The question is mostly one of working with the LLVM community to resolve the ambiguities and contradictions in the current specification. We made a concrete proposal for a spec of the subtle parts of LLVM IR that are involved in the discussion here, but this is probably not the spec -- it is just a basis for discussion.
This process is tedious and slow. For example, getting freeze
into LLVM took 3 years from when this paper got published. But it is unavoidable; there is no way to just say "here's a formal spec of LLVM, that's it"; this cannot be imposed onto the LLVM community, it needs to be worked out with them. I barely know anyone in that community, so I am not the right person to do that work. Nuno and John, and other people like Juneyoung, are doing great work here, but it takes time.
Officially formalizing these aspects LLVM IR only makes sense once the informal spec is unambiguous and free of contradictions. At that point, formalizing it e.g. in Coq is a matter of putting in the work, which could take a PhD student few months to a year depending on their prior background and how far the spec goes in covering all of the IR. A formalization on its own is not terribly useful either, it needs to come with a way to test that the implementation matches the spec, ideally one cam prove some theorems... there's many things one can do here, but I think the time is not yet ripe for that.
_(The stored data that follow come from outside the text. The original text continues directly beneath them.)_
int nj_export_onnx(const nj_export_net *net, const char *path, long *bytes, char *err, size_t errlen)
{
    nj_pb model;
    if (build_model(net, &model)) {
        nj_pb_free(&model);
        snprintf(err, errlen, "%s: out of memory building the ONNX graph", path);
        return -1;
    }
    nj_atomic_file a;
    if (nj_atomic_open(&a, path, err, errlen)) {
        nj_pb_free(&model);
        return -1;
    }
    int ok = fwrite(model.data, 1, model.len, a.f) == model.len;
    *bytes = (long)model.len;
    nj_pb_free(&model);
    return nj_atomic_close(&a, ok, err, errlen);
}
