/* tests/test_data_loader.c — the batch loader.
 *  - the same seed gives the same batches (with 1, 2 or 3 workers: workers
 *    take single items, so with 3 a batch's items are prepared at once),
 *    another seed different ones, and a loader started at step s (resume)
 *    repeats step s;
 *  - every sample appears once per epoch;
 *  - shards (data-parallel ranks) yield exactly their slice of each batch:
 *    same samples, flips, jitter and pixels as the unsharded loader;
 *  - clean images equal the decoded, resized files; intrinsics are scaled;
 *  - colour jitter changes only the network input, identically for all
 *    frames of a sample;
 *  - a horizontal flip keeps geometry consistent: with the flipped camera
 *    (cx' = W − 1 − cx), the flipped ground-truth depth and the swapped stereo
 *    side (stereo_tx = +baseline), the flipped target reprojects onto the
 *    flipped partner; and onto the flipped next frame with the mirrored pose
 *    S·T·S, S = diag(−1, 1, 1).  The reprojection here is this test's own.
 *  - a turned source (data.augment.turn_deg, on a flipped item: the
 *    network-input copy, turned by a yaw and a roll) is explained by the pose
 *    R·T with the rotation the batch records, and not by T or Rᵀ·T; the clean frames and every
 *    draw are exactly what a loader without the turn yields; with colour
 *    jitter the input copy is the jittered frame turned (the jitter is affine
 *    per pixel, so it commutes with the bilinear turn up to its clamping);
 *  - the rotated copy (loss.rotation_pairs): each item's copy is its network-input
 *    target turned by the rotation the batch records (every component within
 *    the range, some turned), times a gain in 1 ± NJ_ROTATED_GAIN, plus noise
 *    of σ ≤ NJ_ROTATED_NOISE — fitted here per item by least squares (gain) and
 *    the residual's spread; the unturned or oppositely turned frame fits far
 *    worse.  Everything else the batch holds, and every draw, is what a
 *    loader without it yields; a range beyond NJ_TURN_MAX_DEG is refused;
 *    from rotated_until on (the lesson over) no copy is made;
 *  - several frame offsets ({1, 3}): each sample carries t−1, t+1, t−3, t+3 in
 *    that order, only targets with room for the largest offset are used, and
 *    the loader's source planes are those frames decoded and resized;
 *  - a file that disappears gives an error naming it. */
#include "data/augment.h"
#include "data/dataset.h"
#include "data/image.h"
#include "data/loader.h"
#include "data/npy.h"
#include "data/poses.h"
#include "data/synth.h"
#include "tests/check.h"
#include "tests/test_data_util.h"

#define SW 96
#define SH 72

static char dir[64];

/* Opens the training split with `opt` (NULL: the defaults without duplicate skipping). */
static int open_dataset_with(const char *json, const nj_data_options *opt, nj_dataset *ds, nj_sample **samples,
                             int *n)
{
    nj_data_options o;
    nj_data_options_default(&o);
    o.dup_threshold = 0;
    if (opt) o = *opt;
    nj_problems pr;
    nj_problems_init(&pr);
    int bad = nj_dataset_open(json, &o, ds, &pr);
    if (bad) nj_problems_print(&pr, stdout);
    nj_problems_free(&pr);
    *n = bad ? 0 : nj_dataset_samples(ds, NJ_SPLIT_TRAIN, &o, samples);
    return bad || *n <= 0 ? -1 : 0;
}

static int open_dataset(const char *json, nj_dataset *ds, nj_sample **samples, int *n)
{
    return open_dataset_with(json, NULL, ds, samples, n);
}

static size_t batch_floats(const nj_batch *b) { return (size_t)b->n * 3 * b->w * b->h; }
Summary: Formalization doesn't magically make these hard problems go away, and in particular a formalization that makes no attempt at actually matching what LLVM optimizations do is pretty much useless -- and what LLVM optimizations do is not self-consistent, so LLVM needs to change before a formalization can have any chance of matching what LLVM does. This requires working closely with the LLVM community.
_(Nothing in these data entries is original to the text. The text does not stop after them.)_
static void summarise(scan *sc)
{
    static const char *what[NKINDS] = {"unreadable or corrupt images", "frames of another size",
                                       "missing stereo partners", "stereo partners of another size",
                                       "missing ground-truth depth files"};
    for (int k = 0; k < NKINDS; k++)
        if (sc->kinds[k] > LISTED)
            nj_problem(sc->pr, "%s: %d more %s in sequence \"%s\" (first %d listed above)",
                       k == K_DEPTH ? sc->s->depth_dir : sc->s->images, sc->kinds[k] - LISTED, what[k],
                       sc->s->name ? sc->s->name : "?", LISTED);
}

static int check_folder(const char *dir, const char *key, const nj_sequence *s, nj_problems *pr)
{
    struct stat st;
    const char *name = s->name ? s->name : "?";
    if (stat(dir, &st) != 0) {
        nj_problem(pr, "%s: missing folder (\"%s\" of sequence \"%s\")", dir, key, name);
        return -1;
    }
    if (!S_ISDIR(st.st_mode)) {
        nj_problem(pr, "%s: not a folder (\"%s\" of sequence \"%s\")", dir, key, name);
        return -1;
    }
    return 0;
}

static float noise_std(const float *g, int w, int h);

/* Grey thumbnail of a decoded frame (caller frees); *noise gets the grey
 * frame's noise std. */
static float *thumbnail(const nj_image *im, int tw, int th, float *noise)
{
    size_t n = (size_t)im->w * im->h;
    float *grey = malloc(n * sizeof(float)), *t = malloc((size_t)tw * th * sizeof(float));
    if (grey && t) {
        for (size_t i = 0; i < n; i++) grey[i] = (im->data[i] + im->data[n + i] + im->data[2 * n + i]) / 3.0f;
        *noise = noise_std(grey, im->w, im->h);
        if (nj_resize_plane(grey, im->w, im->h, t, tw, th)) { free(t); t = NULL; }
    } else {
        free(t);
        t = NULL;
    }
    free(grey);
    return t;
}

/* The k-th smallest of a[0..n) (a is reordered): the value a sort would put
 * at a[k], found in linear time (Hoare's selection with Wirth's partition).
 * It replaced qsort in the noise estimate and the change measure, which took
 * a third of the scan's time (perf, 1000 frames of 320x240: qsort 33 %,
 * PNG decoding 48 %); the value is the same, so are the decisions. */
static float select_kth(float *a, size_t n, size_t k)
{
    long l = 0, m = (long)n - 1, kk = (long)k;
    while (l < m) {
        float p = a[l], q = a[l + (m - l) / 2], r = a[m];
        float x = fmaxf(fminf(p, q), fminf(fmaxf(p, q), r));   /* median of three: a value in range */
        long i = l, j = m;
        do {
            while (a[i] < x) i++;
            while (x < a[j]) j--;
            if (i <= j) {
                float t = a[i];
                a[i++] = a[j];
                a[j--] = t;
            }
        } while (i <= j);
        if (j < kk) l = i;
        if (kk < i) m = j;
    }
    return a[kk];
}

/* Noise std of a grey image: the median absolute finest diagonal Haar
 * coefficient / 0.6745 (Donoho & Johnstone 1994), robust to edges and
 * texture, which occupy few 2×2 blocks of a rendered or camera frame. */
static float noise_std(const float *g, int w, int h)
{
    int bw = w / 2, bh = h / 2;
    if (bw < 1 || bh < 1) return 0;
    float *c = malloc((size_t)bw * bh * sizeof(float));
    if (!c) return 0;
    for (int y = 0; y < bh; y++)
        for (int x = 0; x < bw; x++) {
            const float *p = g + (size_t)2 * y * w + 2 * x;
            c[(size_t)y * bw + x] = fabsf(0.5f * (p[0] - p[1] - p[w] + p[w + 1]));
        }
    size_t n = (size_t)bw * bh;
    float med = select_kth(c, n, n / 2);
    free(c);
    return fminf(med / 0.6745f, NOISE_CAP);
}

/* Headers only: the size and format checks nj_image_load makes before it
 * decodes (nj_image_probe), so both modes word header-level problems alike. */
static void decode_left(const scan *sc, int i, frame_result *r)
{
    nj_image im;
    char *path = nj_path_join(sc->s->images, sc->s->frames[i]);
    if (sc->headers) {
        r->ok = path && !nj_image_probe(path, &r->w, &r->h, r->err, sizeof r->err);
        free(path);
        return;
    }
    r->decoded += path != NULL;
    r->ok = path && !nj_image_load(path, &im, r->err, sizeof r->err);
    if (r->ok) {
        r->w = im.w;
        r->h = im.h;
        if (im.w == sc->s->width && im.h == sc->s->height) r->thumb = thumbnail(&im, sc->tw, sc->th, &r->noise);
        nj_image_free(&im);
    }
    free(path);
}

static void decode_right(const scan *sc, int i, frame_result *r)
{
    nj_image im;
    struct stat st;
    char *path = nj_path_join(sc->s->right_images, sc->s->frames[i]);
    r->rmissing = !path || stat(path, &st) != 0;
    if (sc->headers) {
        r->rok = !r->rmissing && !nj_image_probe(path, &r->rw, &r->rh, r->rerr, sizeof r->rerr);
        free(path);
        return;
    }
    r->decoded += !r->rmissing;
    r->rok = !r->rmissing && !nj_image_load(path, &im, r->rerr, sizeof r->rerr);
    if (r->rok) {
        r->rw = im.w;
        r->rh = im.h;
        nj_image_free(&im);
    }
    free(path);
}

/* The near-duplicate measure (see the header comment): how much frame a
 * changed from the last kept frame b beyond their gain difference and their
 * noise, on thumbnails of n pixels made from frames of `pixels` pixels. */
static double change(const float *a, float na, const float *b, float nb, size_t n, double pixels)
{
    double ma = 0, mb = 0;
    for (size_t i = 0; i < n; i++) { ma += a[i]; mb += b[i]; }
    double g = mb > 1e-9 ? ma / mb : 1;
    float *d = malloc(n * sizeof(float));
    if (!d) return INFINITY;
    for (size_t i = 0; i < n; i++) d[i] = (float)fabs(a[i] - g * b[i]);
    double q = select_kth(d, n, (size_t)(DUP_QUANTILE * (double)(n - 1)));
    free(d);
    double tau = sqrt(((double)na * na + g * g * nb * nb) * (double)n / pixels), noise = DUP_Z * tau;
    return q > noise ? sqrt(q * q - noise * noise) : 0;
}

/* In frame order: problems, then the duplicate decision (headers only: every
 * frame of the sequence's size is kept). */
static void account(scan *sc, int i, frame_result *r, const nj_data_options *o, int stereo_ok)
{
    nj_sequence *s = sc->s;
    char *left = nj_path_join(s->images, s->frames[i]), *right = stereo_ok ? nj_path_join(s->right_images, s->frames[i]) : NULL;
    char why[96];
    int bad = !r->ok;
    if (!r->ok) listed(sc, K_IMAGE, "%s%s", r->err, "");
    else if (r->w != s->width || r->h != s->height) {
        snprintf(why, sizeof why, ": size %dx%d differs from the sequence's %dx%d", r->w, r->h, s->width, s->height);
        listed(sc, K_SIZE, "%s%s", left, why);
        bad = 1;
    }
    if (stereo_ok && r->rmissing) listed(sc, K_PARTNER, "%s: missing stereo partner of %s", right, left);
    else if (stereo_ok && !r->rok) listed(sc, K_IMAGE, "%s%s", r->rerr, "");
    else if (stereo_ok && r->ok && (r->rw != r->w || r->rh != r->h)) {
        snprintf(why, sizeof why, ": stereo partner is %dx%d but the left frame is %dx%d", r->rw, r->rh, r->w, r->h);
        listed(sc, K_PARTNER_SIZE, "%s%s", right, why);
    }
    size_t tn = (size_t)sc->tw * sc->th;
    s->decoded += r->decoded;
    if (!bad && sc->headers)
        s->kept[s->nkept++] = i;
    else if (!bad && r->thumb && sc->last && o->dup_threshold > 0 &&
        change(r->thumb, r->noise, sc->last, sc->last_noise, tn, (double)s->width * s->height) < o->dup_threshold)
        s->duplicates++;
    else if (!bad && r->thumb) {
        s->kept[s->nkept++] = i;
        free(sc->last);
        sc->last = r->thumb;
        sc->last_noise = r->noise;
        r->thumb = NULL;
    }
    free(r->thumb);
    free(left);
    free(right);
}

static void scan_chunk(scan *sc, int i0, int n, const nj_data_options *o, int stereo_ok)
{
    frame_result res[CHUNK];
    memset(res, 0, sizeof res);
    /* headers only: one thread; a header takes ~20 us, and OpenMP's threads
     * spinning between chunks took 78 % of --quick's CPU time (perf, 1000 frames) */
/* A full scan decodes on every processor the process may use, whatever the run's
     * --threads: it happens once before training (then the scan cache answers), and at
     * a first start on 100,000 new frames it is the whole wait (~2.6 CPU-ms a frame). */
#pragma omp parallel for schedule(dynamic) if (n > 1 && !sc->headers) num_threads(omp_get_num_procs())
    for (int j = 0; j < n; j++) {
        decode_left(sc, i0 + j, &res[j]);
        if (stereo_ok) decode_right(sc, i0 + j, &res[j]);
    }
    for (int j = 0; j < n; j++) account(sc, i0 + j, &res[j], o, stereo_ok);
}

/* The sequence's size: from the first frame whose header reads. */
static void sequence_size(nj_sequence *s)
{
    char err[512];
    s->width = s->height = 0;
    for (int i = 0; i < s->nframes && !s->width; i++) {
        char *p = nj_path_join(s->images, s->frames[i]);
        if (p && nj_image_probe(p, &s->width, &s->height, err, sizeof err)) s->width = s->height = 0;
        free(p);
    }
}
I agree with the earlier parts of your post, but the last paragraph is highly speculative. What about ((x+3)-x)-3
? Now add other arithmetic and bitwise operations to this, and these questions become quite complicated. You are basically suggesting to turn part of the program into a symbolic computation and decide something about it; I can feel undecidability lurking around the corner. So if the goal is to keep our semantics decidable, I am far from convinced that it is "possible".
And that is not even considering the problem of tracking this symbolic computation through memory or whatever other means of communication there are. How are symbolic names even assigned to values at runtime? What if the program writes x
to a file and reads the content back as y
and then computes x-y
? Your proposal raises more questions than it answers.
It seems much more acceptable to lose such transformations (converting between control and data dependencies, arithmetic simplifications) on pointer types than on integers (and you seem to agree, based on your last post). That's why I think "provenance on pointers only" is a reasonable trade-off.